Beyer kämpft in Deutschland für eine pragmatische Lösung für den Umgang mit dem Wolf. Gehe es so weiter wie bisher, drohe der Naturschutz an sich selbst zu scheitern. Damit spricht er den Zielkonflikt zwischen der problematischen Wolfspopulation und dem Erhalt der Kulturlandschaft durch Beweidung an.

Alle sitzen im selben Boot

In der anschliessenden Podiumsdiskussion konnte das Publikum Fragen an die vier Referenten stellen. Adrian Arquint schilderte, dass die Bereitschaft zur Zusammenarbeit zwischen den verschiedenen Anspruchsgruppen viel tiefer sei als noch vor drei bis vier Jahren. Gregor Beyer forderte, dass endlich nüchterner über die Thematik geredet und die Probleme der Viehhalter ernstgenommen werden müssten. Auf die Frage, was den Landwirten und Züchtern in Frankreich noch die Kraft gibt, weiterzumachen, meinte Laurent Garde nüchtern: «Sie müssen sich damit abfinden. Es bleibt ihnen nichts anderes übrig.» Was den französischen Züchtern und Hirten vermutlich am meisten zu schaffen mache, sei, dass ihnen andauernd der Schwarze Peter zugeschoben werde.

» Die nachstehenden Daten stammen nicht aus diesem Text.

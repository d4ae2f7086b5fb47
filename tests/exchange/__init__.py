"""Tests of registry.exchange."""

Die Vorwürfe sind nämlich nicht ohne – schnell einmal würden sie mit der Aussage «ihr macht mit dem Herdenschutz den Tourismus kaputt» an den Pranger gestellt.

Die Wolfsproblematik ist eine Leidensgeschichte für alle, die sich für die Weidetierhaltung und Alpwirtschaft und damit für den Erhalt unserer Kulturlandschaft einsetzen. Bleibt noch die Frage, was noch passieren muss, bis die ganze Gesellschaft den Ernst der Lage erfasst.